# Key Post: IE Domain Names Purchasing



## 90210 (15 May 2005)

Anyone recommend a Company for .IE domain name registration please


----------



## MOFFY01 (16 May 2005)

*Re: IE Domain Names Purchasing*

not recommending them, but a letter landed on my desk the other day from a company called Switchmedia - www.switchmedia.ie - their rates looked ok and its a good place to start - try an online search for a quote as well


----------



## sherib (16 May 2005)

*Re: IE Domain Names Purchasing*

There was a full page interview in last Friday's Irish Examiner with the CEO (David Curtin) of an Irish company called IE Domain Registry Ltd. The address is www.iedr.ie

Cost is €99 to register and €99 annual maintenence fee. They have a 46% market share in Ireland and registrations grew by 33% last year.

It seems to be a growing company. Curtin is a chartered accountant, age 42, MBA first class honours and fellow of the ICA. He previously worked for KPMG, and the Jefferson Smufit Group in Dublin and Paris. He was CEO of Smurfit Software Services.


----------



## sherib (16 May 2005)

*Re: IE Domain Names Purchasing*

Sorry, that wasn't what was wanted. Listed as domain reseller _register.ie_ on IEDR,  has received the inaugural Annual Achievement Award from IEDR. 

[broken link removed]


----------



## mike567 (16 May 2005)

*Re: IE Domain Names Purchasing*

www.cmmwebhosting.com offer domains for 54.99 ex vat one of the cheapest in Ireland.


----------



## shnaek (17 May 2005)

*Re: IE Domain Names Purchasing*

https://www.letshost.ie is another cheap crowd for ie domains.


----------



## mike567 (17 May 2005)

*Re: IE Domain Names Purchasing*

They (letshost) do not seem to have any direct contact details. This can be a problem in the event of wanting to speak to someone about your account!!!!


----------



## techman (17 May 2005)

*Re: IE Domain Names Purchasing*

www.blacknightsolutions.com


----------



## LetsHost (17 May 2005)

*Re: IE Domain Names Purchasing*

Feel free to post an enquiry or trouble ticket on LetsHost.ie anytime - we offer sales and support from 7am through to 11pm every day.


----------



## sherib (18 May 2005)

*Re: IE Domain Names Purchasing LetsHost contact details*

I had no problem getting LetsHost contact details. I know nothing about them!

[broken link removed]


----------



## Bootdog (19 May 2005)

*Re: IE Domain Names Purchasing*

www.ieinternet.com

Do a good package and seem tuned towards the beginners. They have a SOHO, small office home office plan - domain, webhosting, instructions on how to set it all up, FTP etc., webmail service, and up to 5 email addresses (aliases only though).


----------



## Humpback (20 May 2005)

*Re: IE Domain Names Purchasing*

Don't forget that for most domain name registrations for .ie, you have to have a valid business name registration, or a company name registration.
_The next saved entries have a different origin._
import {
  ChangeDetectionStrategy,
  Component,
  computed,
  effect,
  inject,
  input,
  output,
  signal,
  untracked,
  viewChild,
} from '@angular/core';
import { outputFromObservable, toSignal } from '@angular/core/rxjs-interop';
import { FormControl, FormRecord, ReactiveFormsModule } from '@angular/forms';
import { MatButton } from '@angular/material/button';
import { MatCheckbox } from '@angular/material/checkbox';
import { MatFormFieldModule } from '@angular/material/form-field';
import { MatInput } from '@angular/material/input';
import { debounceTime, map } from 'rxjs';
import { Catalogue } from '../../core/catalogue/catalogue';
import { deed } from '../../core/api/deed';
import { Trouble } from '../trouble/trouble';
import type { ChangeOf } from './change-of';
import { EffectTold } from './effect';
import { restatedWords } from './effect-words';
import type { Field, Typed } from './field';
import { codesOf, wrongIn } from './read-field';

/** Milliseconds of rest after which what is typed is taken as meant, so that not every key asks for its effect. */
const REST = 400;

/** One change of set-up as a form: what it moves is said before it is saved, what was typed stays until it is taken. */
@Component({
  selector: 'us-change-form',
  imports: [
    EffectTold,
    MatButton,
    MatCheckbox,
    MatFormFieldModule,
    MatInput,
    ReactiveFormsModule,
    Trouble,
  ],
  templateUrl: './change-form.html',
  styleUrl: './change-form.scss',
  changeDetection: ChangeDetectionStrategy.OnPush,
})
export class ChangeForm<Out> {
  readonly of = input.required<ChangeOf<Out>>();
  readonly leaving = input<'offered' | 'none'>('none');
  readonly saved = output<Out>();
  readonly leave = output();

  private readonly effectTold = viewChild(EffectTold);
  protected readonly form = new FormRecord<FormControl<string>>({});
  /** What stands in the fields, for what is worked out beside them. */
  readonly typing = outputFromObservable(this.form.valueChanges.pipe(map(whole)));
  protected readonly currency = inject(Catalogue).currency;
  private readonly typed = toSignal(this.form.valueChanges, { initialValue: {} });
  private readonly rested = toSignal(this.form.valueChanges.pipe(debounceTime(REST)), {
    initialValue: {},
  });
  private readonly done = signal<string | undefined>(undefined);
  /** What stood in the fields when they were sent before their effect was told. */
  private readonly sentEarly = signal('');
  private readonly hurried = computed(() => this.sentEarly() === JSON.stringify(this.typed()));
  /** Counts what was taken: a saved change is no longer a planned one. */
  private readonly taken = signal(0);
  /** Refusals that belong to no field that is shown. */
  protected readonly elsewhere = signal('');
  protected readonly saving = deed((typed: Typed) => this.of().save(typed));
  protected readonly shown = computed(() =>
    this.of().fields.filter((field) => field.shownIf?.(whole(this.typed())) ?? true),
  );
  protected readonly planned = computed(() => {
    const typed = whole(this.rested());
    this.taken();
    if (
      Object.keys(this.wrongIn(typed)).length > 0 ||
      this.form.pristine ||
      Object.keys(typed).length === 0
    )
      return undefined;
    return this.of().change?.(typed);
  });
  /** Something is typed that is not saved. */
  readonly unsaved = computed(() => {
    this.typed();
    this.taken();
    return this.form.dirty;
  });
  protected readonly standing = computed(() => {
    if (this.saving.busy()) {
      return this.of().change
        ? 'Saving. Figures switch all at once when they are computed.'
        : 'Saving.';
    }
    if (!this.hurried()) return this.done() ?? '';
    return this.planned() && this.effectTold()?.said()
      ? 'See what it moves, then press once more.'
      : 'Counting what it moves first.';
  });

  constructor() {
    // Controls are kept by name: a field that goes out of sight keeps what was typed in it.
    effect(() => {
      const { start, fields } = this.of();
      untracked(() => {
        for (const { key } of fields) {
          const control = this.form.controls[key];
          if (!control)
            this.form.addControl(key, new FormControl(start[key] ?? '', { nonNullable: true }));
          else if (control.pristine) control.setValue(start[key] ?? '');
        }
      });
    });
    effect(() => {
      this.typed();
      untracked(() => {
        if (this.form.dirty) this.done.set(undefined);
      });
    });
  }

  protected async submit(): Promise<void> {
    this.writeCodes();
    const typed = this.form.getRawValue();
    this.form.markAllAsTouched();
    const wrong = this.wrongIn(typed);
    for (const [key, message] of Object.entries(wrong)) {
      this.form.controls[key]?.setErrors({ server: message });
    }
    if (Object.keys(wrong).length > 0) return;
    if (this.mustWait(typed)) {
      this.sentEarly.set(JSON.stringify(typed));
      return;
    }
    this.sentEarly.set('');
    const answer = await this.saving.run(typed);
    if (!answer) {
      this.markRefused();
      return;
    }
    this.form.markAsPristine();
    this.taken.update((times) => times + 1);
    if (this.of().after === 'clear') this.form.reset(this.of().start);
    this.done.set(restatedWords(restatedIn(answer.body)));
    this.saved.emit(answer.body);
  }

  protected messageOf({ key }: Field): string | undefined {
    const control = this.form.controls[key];
    return control?.touched ? (control.getError('server') as string | undefined) : undefined;
  }

  protected isTicked(key: string, value: string): boolean {
    return codesOf(whole(this.typed()), key).includes(value);
  }

  protected tick(key: string, value: string): void {
    const codes = codesOf(this.form.getRawValue(), key);
    const next = codes.includes(value) ? codes.filter((code) => code !== value) : [...codes, value];
    this.take(key, next.join(' '));
  }

  protected take(key: string, value: string): void {
    const control = this.form.controls[key];
    // As a key does: whoever hears of the value finds it changed already.
    control?.markAsDirty();
    control?.setValue(value);
  }

  protected typeOf({ kind }: Field): string {
    if (kind === 'newPassword') return 'password';
    return kind === 'date' || kind === 'email' ? kind : 'text';
  }

  protected modeOf({ kind }: Field): string | null {
    if (kind === 'whole') return 'numeric';
    return kind === 'money' || kind === 'percent' ? 'decimal' : null;
  }

  /** Codes have one case: nobody is refused for the other one. */
  private writeCodes(): void {
    for (const { key, kind } of this.of().fields) {
      if (kind !== 'code' && kind !== 'packageCode') continue;
      const control = this.form.controls[key];
      const text = control?.value ?? '';
      const written = kind === 'code' ? text.toUpperCase() : text.toLowerCase();
      if (written !== text) control?.setValue(written);
    }
  }

  private wrongIn(typed: Typed): Readonly<Record<string, string>> {
    const { fields, check } = this.of();
    const single = fields.flatMap((field) => {
      const message = wrongIn(field, typed);
      return message ? [[field.key, message] as const] : [];
    });
    return { ...check?.(typed), ...Object.fromEntries(single) };
  }

  /** Each refusal at its field, by the part of its path that names one; the rest below the form. */
  private markRefused(): void {
    const elsewhere: string[] = [];
    for (const { path, message } of this.saving.problem()?.fields ?? []) {
      const key = path.split('/').find((part) => part in this.form.controls);
      const control = key === undefined ? undefined : this.form.controls[key];
      if (!control) elsewhere.push(`${message}.`);
      control?.setErrors({ server: message });
      control?.markAsTouched();
    }
    this.elsewhere.set(elsewhere.join(' '));
  }

  /** Nobody saves what they have not been told the effect of, however fast they are. */
  private mustWait(typed: Typed): boolean {
    const meant = this.of().change?.(typed);
    if (!meant || this.form.pristine) return false;
    const told = this.effectTold();
    return JSON.stringify(meant) !== JSON.stringify(this.planned()) || !told?.said();
  }
}

function whole(typed: Readonly<Record<string, string | undefined>>): Typed {
  return Object.fromEntries(Object.entries(typed).map(([key, text]) => [key, text ?? '']));
}

function restatedIn(body: unknown): number {
  if (typeof body !== 'object' || body === null || !('restatedJobs' in body)) return 0;
  return typeof body.restatedJobs === 'number' ? body.restatedJobs : 0;
}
Which is nuts in my opinion. Just to get my own surname registered as .ie, I had to register a makey-uppy business name to get it.


----------



## ivorystraws (21 Sep 2005)

*Re: >>IE Domain Names Purchasing*

I have been looking into this lately in order to register a .ie domain name. The prices for a .ie domain name ex VAT for one year, vary widely from reseller to reseller;

Cheapest in Ireland: 
letshost.ie:= €42.99

Other more expensive resellers:
Sswitchmedia.ie                                        €90.00
Register.ie (a division of Novara.ie)             €79.99
Webworks.ie                                              €75.00
Hosting Ireland                                          €70.00

Why the massive differences in an already expensive service?


----------



## Lemurz (23 Sep 2005)

*Re: >>IE Domain Names Purchasing*

 charge €95 for .ie domains

Why are .ie domains so overpriced when other domains only cost $6.95 @ 
 ????????????


----------



## CGorman (23 Sep 2005)

*Re: >>IE Domain Names Purchasing*

I just could'nt be bothered with .ie domains, apart from the expense, there is the added complication of proving you or your company is Irish. Its just a PITA. I've built/am building 3 websites, all are .com.


----------



## blacknight (29 Sep 2005)

*Re: >>IE Domain Names Purchasing*



			
				ivorystraws said:
			
		

> I have been looking into this lately in order to register a .ie domain name. The prices for a .ie domain name ex VAT for one year, vary widely from reseller to reseller;
> 
> Cheapest in Ireland:
> letshost.ie:= €42.99
> ...


Retail prices are set by the resellers so you will see differences. With .com, for example, you will see prices as low as €8 and as high as €100.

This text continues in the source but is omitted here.